Status: Phase 1 shipped (Alembic 0039 + 0040). The identifier_links table is now the authoritative source for identifier resolution; the legacy Instrument.identifiers JSON blob is kept for backward compatibility but is no longer authoritative.

Why temporal resolution

Financial identifiers are not stable across time. A non-exhaustive list of why:

EventImpact
Ticker change (M&A, rebranding)FB -> META 2022-06-09
Symbol change (re-listing)ABEV3AMBV4 on B3
CUSIP / ISIN re-issue (corporate action)Stock split issuance may mint a new CUSIP
Index reconstitutionRussell add/drops change tracker constituents
ADR sponsorship upgradeConversion ratio may change

A backtest that resolves META to the modern ID and walks bar data from 2018 will silently introduce survivorship and forward-looking bias because the row didn't yet exist under that ticker. The resolver service fixes this by walking time-versioned identifier_links rows scoped by valid_from <= as_of and (valid_to IS NULL OR valid_to > as_of).

Table shape

The identifier_links table predates Phase 1; Phase 1 promotes it to authoritative status. Its schema:

identifier_links
+--------------------+-----------------------------------------------+
| id | UUID |
| entity_kind | instrument | fred_series | sec_filing | ... |
| entity_id | parent entity id |
| instrument_id | denormalized FK to instruments.id (NULL OK) |
| scheme | ticker | vt_symbol | cik | cusip | isin | |
| | figi | sedol | lei | gvkey | permid | ... |
| value | identifier value |
| valid_from | datetime | NULL ("from the beginning") |
| valid_to | datetime | NULL ("still valid") |
| source_id | FK to data_sources.id |
| confidence | 0.0 - 1.0, defaults 1.0 |
| meta | JSON |
| created_at | datetime |
+--------------------+-----------------------------------------------+

Resolver API

The two public entry points are :class:alphaswarm.data.identity.IdentifierResolver and the matching DataMCP tools.

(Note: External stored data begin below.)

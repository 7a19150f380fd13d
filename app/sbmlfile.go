package main

// File ▸ Import SBML… and Export SBML…: models exchanged through SBML.

import (
	"errors"
	"fmt"
	"os"
	"path/filepath"
	"strings"

	"fyne.io/fyne/v2"
	"fyne.io/fyne/v2/container"
	"fyne.io/fyne/v2/dialog"
	"fyne.io/fyne/v2/widget"

	"kinetarium/internal/atomicfile"
	"kinetarium/network"
	"kinetarium/network/sbml"
)

// importSBMLDialog asks for an SBML file and imports it.
func (w *mainWindow) importSBMLDialog() {
	askOpen(w.win, []string{".xml", ".sbml"}, w.lastDir(), w.showError, w.importSBML)
}

// importSBML reads path off the UI thread; the model opens as a new model
// that is not saved yet, and the import's messages are shown in a dialog.
func (w *mainWindow) importSBML(path string) {
	w.setStatus("Importing "+filepath.Base(path)+"…", false)
	go func() {
		var imp *sbml.Import
		f, err := os.Open(path)
		if err == nil {
			imp, err = sbml.Read(f, filepath.Base(path))
			f.Close()
		}
		fyne.Do(func() {
			var l network.ErrorList
			switch {
			case errors.As(err, &l):
				w.showMessages("SBML import", fmt.Sprintf("%s cannot be imported. Each problem below names the element and its place in the file:", filepath.Base(path)), l)
				w.setStatus("Import failed: "+filepath.Base(path), false)
				return
			case err != nil:
				w.showError(err)
				return
			}
			w.exampleOf = ""
			w.setModel(imp.Model, "")
			w.doc.MarkModified()
			w.updateTitle()
			if ws := imp.Problems.Warnings(); len(ws) > 0 {
				w.showMessages("SBML import", fmt.Sprintf("%s was imported as a new model, not saved yet. Notes on the import:", filepath.Base(path)), ws)
			}
			w.setStatus("Imported "+filepath.Base(path)+" as a new model; save it to keep it.", false)
			w.simulate()
		})
	}()
}

// showMessages shows a list of problems in a dialog.
func (w *mainWindow) showMessages(title, intro string, l network.ErrorList) {
	lines := make([]string, len(l))
	for i, p := range l {
		lines[i] = "• " + p.String()
	}
	text := widget.NewLabel(strings.Join(lines, "\n"))
	text.Wrapping = fyne.TextWrapWord
	head := widget.NewLabel(intro)
	head.Wrapping = fyne.TextWrapWord
	d := dialog.NewCustom(title, "Close", container.NewBorder(head, nil, nil, nil, container.NewVScroll(text)), w.win)
	d.Resize(fyne.NewSize(760, 420))
	d.Show()
}

// exportSBML writes the model as SBML Level 3 Version 2.
func (w *mainWindow) exportSBML() {
	data, err := sbml.Encode(w.doc.Model())
	if err != nil {
		var l network.ErrorList
		if errors.As(err, &l) {
			w.showMessages("SBML export", "The model cannot be exported while it has mistakes:", l)
			return
		}
		w.showError(err)
		return
	}
	name := "model.xml"
	if w.doc.Path != "" {
		name = strings.TrimSuffix(filepath.Base(w.doc.Path), filepath.Ext(w.doc.Path)) + ".xml"
	} else if w.exampleOf != "" {
		name = strings.TrimSuffix(w.exampleOf, ".json") + ".xml"
	}
	w.saveFileDialog(name, ".xml", func(path string) {
		if err := atomicfile.Write(path, data); err != nil {
			w.showError(err)
			return
		}
		w.setStatus("Exported as SBML Level 3 Version 2 to "+path, false)
	})
}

Python: forward resolution

from datetime import datetime
from alphaswarm.data.identity import resolve

# "What was AAPL's CUSIP on 2018-06-12?"
hit = resolve(
scheme="cusip",
value="037833100",
as_of=datetime(2018, 6, 12),
)
print(hit.value, hit.is_open_ended)

Python: history walk

from alphaswarm.data.identity import history

# Every alias known for Apple
for row in history(entity_kind="instrument", entity_id="aapl-uuid"):
print(row.scheme, row.value, row.valid_from, row.valid_to)

Agent / MCP

data.identity.resolve(scheme="cusip", value="037833100", as_of="2018-06-12")
data.identity.history(entity_kind="instrument", entity_id="aapl-uuid")

The DataMCP layer is the only path agents may use to resolve identifiers (AGENTS rule 22). The Python module is reserved for loaders / pipelines / persistence code; agent code never imports the ORM model directly.

Backfill from legacy JSON blob (migration 0040)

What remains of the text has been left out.